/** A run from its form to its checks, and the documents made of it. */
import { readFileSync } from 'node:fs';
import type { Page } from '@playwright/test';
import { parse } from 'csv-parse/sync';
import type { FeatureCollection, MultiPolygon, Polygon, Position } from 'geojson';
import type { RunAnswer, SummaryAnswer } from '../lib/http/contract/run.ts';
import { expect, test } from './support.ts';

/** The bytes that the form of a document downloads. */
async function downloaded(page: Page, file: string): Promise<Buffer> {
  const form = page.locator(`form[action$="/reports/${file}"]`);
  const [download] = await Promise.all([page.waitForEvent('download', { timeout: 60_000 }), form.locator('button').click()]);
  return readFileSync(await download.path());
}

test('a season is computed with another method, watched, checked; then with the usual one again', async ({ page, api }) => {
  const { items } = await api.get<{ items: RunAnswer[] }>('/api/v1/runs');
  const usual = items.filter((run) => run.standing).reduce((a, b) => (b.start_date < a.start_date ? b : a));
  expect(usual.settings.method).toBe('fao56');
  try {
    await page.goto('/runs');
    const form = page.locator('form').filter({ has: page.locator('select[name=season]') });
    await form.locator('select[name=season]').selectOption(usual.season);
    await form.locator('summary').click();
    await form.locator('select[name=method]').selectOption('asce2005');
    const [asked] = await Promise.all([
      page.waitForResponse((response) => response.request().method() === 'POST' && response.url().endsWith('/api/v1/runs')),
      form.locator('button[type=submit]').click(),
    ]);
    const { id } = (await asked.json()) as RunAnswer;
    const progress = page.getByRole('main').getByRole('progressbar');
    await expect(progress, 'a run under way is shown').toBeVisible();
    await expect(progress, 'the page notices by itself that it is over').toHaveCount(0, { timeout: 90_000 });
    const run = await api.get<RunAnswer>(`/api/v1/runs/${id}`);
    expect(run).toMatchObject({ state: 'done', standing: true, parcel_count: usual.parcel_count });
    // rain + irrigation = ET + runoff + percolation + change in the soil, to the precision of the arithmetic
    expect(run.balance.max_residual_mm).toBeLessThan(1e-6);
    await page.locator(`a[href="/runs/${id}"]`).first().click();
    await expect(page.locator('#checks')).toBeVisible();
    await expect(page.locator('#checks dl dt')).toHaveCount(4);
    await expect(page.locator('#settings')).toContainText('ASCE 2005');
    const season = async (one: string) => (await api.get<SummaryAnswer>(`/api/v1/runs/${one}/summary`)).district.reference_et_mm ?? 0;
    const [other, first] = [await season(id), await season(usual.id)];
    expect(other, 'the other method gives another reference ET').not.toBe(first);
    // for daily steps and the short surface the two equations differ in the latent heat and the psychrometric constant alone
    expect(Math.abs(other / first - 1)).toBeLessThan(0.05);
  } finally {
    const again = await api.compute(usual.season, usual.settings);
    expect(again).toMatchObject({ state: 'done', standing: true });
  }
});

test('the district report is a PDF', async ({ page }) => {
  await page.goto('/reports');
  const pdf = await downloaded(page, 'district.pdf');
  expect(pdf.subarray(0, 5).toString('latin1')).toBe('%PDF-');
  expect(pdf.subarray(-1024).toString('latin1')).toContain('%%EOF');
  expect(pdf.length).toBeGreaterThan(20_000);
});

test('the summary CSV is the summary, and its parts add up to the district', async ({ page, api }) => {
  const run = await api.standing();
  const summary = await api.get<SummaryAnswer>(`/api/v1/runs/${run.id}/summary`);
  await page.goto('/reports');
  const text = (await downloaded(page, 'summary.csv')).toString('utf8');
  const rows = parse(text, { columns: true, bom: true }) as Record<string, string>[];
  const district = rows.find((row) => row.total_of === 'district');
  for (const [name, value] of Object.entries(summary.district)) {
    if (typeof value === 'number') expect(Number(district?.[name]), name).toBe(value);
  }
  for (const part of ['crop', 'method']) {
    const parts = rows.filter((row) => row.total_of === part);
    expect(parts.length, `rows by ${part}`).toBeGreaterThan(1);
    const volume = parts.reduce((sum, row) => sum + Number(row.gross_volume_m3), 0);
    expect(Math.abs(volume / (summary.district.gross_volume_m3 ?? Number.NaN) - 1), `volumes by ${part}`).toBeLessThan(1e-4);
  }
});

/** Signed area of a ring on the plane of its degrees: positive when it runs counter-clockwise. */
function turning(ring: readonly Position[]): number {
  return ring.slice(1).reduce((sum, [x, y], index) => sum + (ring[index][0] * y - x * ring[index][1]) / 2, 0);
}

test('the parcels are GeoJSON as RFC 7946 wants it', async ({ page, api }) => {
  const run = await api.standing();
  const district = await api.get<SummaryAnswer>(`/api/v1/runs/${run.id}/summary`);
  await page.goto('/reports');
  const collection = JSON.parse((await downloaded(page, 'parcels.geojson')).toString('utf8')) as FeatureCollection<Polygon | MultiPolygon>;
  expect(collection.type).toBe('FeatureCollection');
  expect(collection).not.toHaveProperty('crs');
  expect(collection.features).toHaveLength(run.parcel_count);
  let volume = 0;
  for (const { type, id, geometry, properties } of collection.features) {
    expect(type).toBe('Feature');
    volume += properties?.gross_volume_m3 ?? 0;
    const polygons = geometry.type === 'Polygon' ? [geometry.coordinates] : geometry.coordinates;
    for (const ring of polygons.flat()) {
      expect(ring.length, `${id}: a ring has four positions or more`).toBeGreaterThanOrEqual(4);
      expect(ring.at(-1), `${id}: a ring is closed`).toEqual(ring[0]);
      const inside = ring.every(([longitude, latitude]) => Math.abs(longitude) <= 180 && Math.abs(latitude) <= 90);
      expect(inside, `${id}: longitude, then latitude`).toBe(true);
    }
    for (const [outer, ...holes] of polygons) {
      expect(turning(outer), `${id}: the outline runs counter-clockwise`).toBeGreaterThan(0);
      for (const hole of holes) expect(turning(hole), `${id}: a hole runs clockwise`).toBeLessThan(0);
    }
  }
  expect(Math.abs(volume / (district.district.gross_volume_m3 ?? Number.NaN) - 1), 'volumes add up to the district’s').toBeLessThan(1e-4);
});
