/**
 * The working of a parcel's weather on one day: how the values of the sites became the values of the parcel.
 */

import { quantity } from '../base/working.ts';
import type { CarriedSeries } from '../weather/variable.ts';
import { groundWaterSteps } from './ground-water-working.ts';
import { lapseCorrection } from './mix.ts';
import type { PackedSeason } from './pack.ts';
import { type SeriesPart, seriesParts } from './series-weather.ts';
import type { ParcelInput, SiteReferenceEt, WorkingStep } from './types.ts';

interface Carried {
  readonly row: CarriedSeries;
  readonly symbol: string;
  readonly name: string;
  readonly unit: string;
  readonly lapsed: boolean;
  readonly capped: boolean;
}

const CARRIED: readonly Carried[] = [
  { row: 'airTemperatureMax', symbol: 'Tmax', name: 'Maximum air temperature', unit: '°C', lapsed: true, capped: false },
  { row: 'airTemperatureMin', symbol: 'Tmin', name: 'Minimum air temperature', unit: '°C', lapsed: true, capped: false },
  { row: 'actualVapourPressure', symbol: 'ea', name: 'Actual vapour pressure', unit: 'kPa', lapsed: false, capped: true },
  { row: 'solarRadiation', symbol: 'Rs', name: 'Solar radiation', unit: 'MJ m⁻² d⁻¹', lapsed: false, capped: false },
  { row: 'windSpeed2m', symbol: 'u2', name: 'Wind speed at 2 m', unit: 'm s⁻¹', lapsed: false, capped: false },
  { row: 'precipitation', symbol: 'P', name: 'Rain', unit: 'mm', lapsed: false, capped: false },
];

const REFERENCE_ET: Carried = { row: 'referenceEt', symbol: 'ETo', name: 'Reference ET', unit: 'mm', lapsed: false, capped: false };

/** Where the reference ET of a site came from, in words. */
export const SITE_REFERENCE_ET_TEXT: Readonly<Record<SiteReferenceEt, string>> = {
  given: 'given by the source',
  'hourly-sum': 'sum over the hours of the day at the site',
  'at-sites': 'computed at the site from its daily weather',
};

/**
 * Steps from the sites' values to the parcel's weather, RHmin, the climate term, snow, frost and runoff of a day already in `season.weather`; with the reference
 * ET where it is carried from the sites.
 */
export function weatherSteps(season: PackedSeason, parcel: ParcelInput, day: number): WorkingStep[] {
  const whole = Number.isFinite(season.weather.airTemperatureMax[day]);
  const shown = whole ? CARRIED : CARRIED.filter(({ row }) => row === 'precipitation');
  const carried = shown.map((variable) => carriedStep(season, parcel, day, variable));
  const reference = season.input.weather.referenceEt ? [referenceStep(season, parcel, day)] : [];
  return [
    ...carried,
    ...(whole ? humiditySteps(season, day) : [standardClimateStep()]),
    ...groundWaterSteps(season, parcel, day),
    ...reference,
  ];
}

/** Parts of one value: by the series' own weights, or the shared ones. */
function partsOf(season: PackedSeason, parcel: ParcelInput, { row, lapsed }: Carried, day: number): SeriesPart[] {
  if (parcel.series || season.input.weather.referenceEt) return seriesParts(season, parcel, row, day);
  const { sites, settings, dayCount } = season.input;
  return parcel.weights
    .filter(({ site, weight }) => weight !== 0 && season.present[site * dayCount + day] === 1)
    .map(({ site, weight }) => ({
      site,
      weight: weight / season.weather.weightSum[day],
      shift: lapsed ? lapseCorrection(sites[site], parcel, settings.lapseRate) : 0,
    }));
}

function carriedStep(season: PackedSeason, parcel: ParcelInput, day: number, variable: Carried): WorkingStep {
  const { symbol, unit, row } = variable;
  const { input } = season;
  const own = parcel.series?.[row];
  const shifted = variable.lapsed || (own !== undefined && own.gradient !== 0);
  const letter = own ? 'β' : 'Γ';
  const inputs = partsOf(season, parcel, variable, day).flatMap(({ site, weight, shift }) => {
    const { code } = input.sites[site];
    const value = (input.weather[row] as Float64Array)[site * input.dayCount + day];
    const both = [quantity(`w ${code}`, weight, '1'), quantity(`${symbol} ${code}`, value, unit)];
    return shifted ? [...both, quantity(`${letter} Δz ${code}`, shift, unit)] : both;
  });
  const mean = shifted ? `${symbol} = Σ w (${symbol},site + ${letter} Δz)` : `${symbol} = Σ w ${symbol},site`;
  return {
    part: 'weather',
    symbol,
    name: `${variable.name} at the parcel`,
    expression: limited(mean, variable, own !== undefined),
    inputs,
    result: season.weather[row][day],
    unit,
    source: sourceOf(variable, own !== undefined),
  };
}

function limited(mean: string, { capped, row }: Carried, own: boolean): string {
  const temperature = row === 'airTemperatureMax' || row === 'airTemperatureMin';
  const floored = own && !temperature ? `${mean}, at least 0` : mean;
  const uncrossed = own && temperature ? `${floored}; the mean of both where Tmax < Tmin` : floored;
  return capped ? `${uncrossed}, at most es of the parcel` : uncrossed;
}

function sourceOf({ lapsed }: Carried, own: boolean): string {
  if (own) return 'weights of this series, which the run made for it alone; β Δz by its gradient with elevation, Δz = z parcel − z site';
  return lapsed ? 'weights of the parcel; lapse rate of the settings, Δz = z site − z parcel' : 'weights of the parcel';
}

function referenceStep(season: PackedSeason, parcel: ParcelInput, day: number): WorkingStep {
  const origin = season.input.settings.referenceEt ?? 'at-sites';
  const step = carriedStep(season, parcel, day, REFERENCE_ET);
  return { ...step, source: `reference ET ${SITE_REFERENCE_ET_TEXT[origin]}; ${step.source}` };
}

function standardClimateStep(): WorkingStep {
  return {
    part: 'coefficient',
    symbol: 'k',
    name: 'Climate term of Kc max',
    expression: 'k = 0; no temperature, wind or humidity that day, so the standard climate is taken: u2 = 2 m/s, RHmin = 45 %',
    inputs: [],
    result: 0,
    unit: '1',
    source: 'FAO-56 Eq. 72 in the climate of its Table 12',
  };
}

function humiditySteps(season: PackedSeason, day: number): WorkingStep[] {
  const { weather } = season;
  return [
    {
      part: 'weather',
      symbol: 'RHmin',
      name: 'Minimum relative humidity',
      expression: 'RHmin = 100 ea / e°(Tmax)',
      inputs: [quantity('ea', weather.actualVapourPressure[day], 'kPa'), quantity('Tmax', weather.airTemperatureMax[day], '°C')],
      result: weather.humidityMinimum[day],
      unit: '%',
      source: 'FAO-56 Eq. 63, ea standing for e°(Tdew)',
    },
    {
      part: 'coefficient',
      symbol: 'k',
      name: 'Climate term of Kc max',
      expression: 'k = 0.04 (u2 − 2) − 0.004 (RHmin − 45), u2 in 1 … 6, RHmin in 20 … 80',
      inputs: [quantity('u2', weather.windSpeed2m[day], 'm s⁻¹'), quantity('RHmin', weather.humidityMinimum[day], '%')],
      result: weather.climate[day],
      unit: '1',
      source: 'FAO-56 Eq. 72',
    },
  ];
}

————

Using the records above, copy word for word the line with "return capped ?", the line with "const origin = season.input.settings.referenceEt", and every line between them.

• [Result]:
  return capped ? `${uncrossed}, at most es of the parcel` : uncrossed;
}

function sourceOf({ lapsed }: Carried, own: boolean): string {
  if (own) return 'weights of this series, which the run made for it alone; β Δz by its gradient with elevation, Δz = z parcel − z site';
  return lapsed ? 'weights of the parcel; lapse rate of the settings, Δz = z site − z parcel' : 'weights of the parcel';
}

function referenceStep(season: PackedSeason, parcel: ParcelInput, day: number): WorkingStep {
  const origin = season.input.settings.referenceEt ?? 'at-sites';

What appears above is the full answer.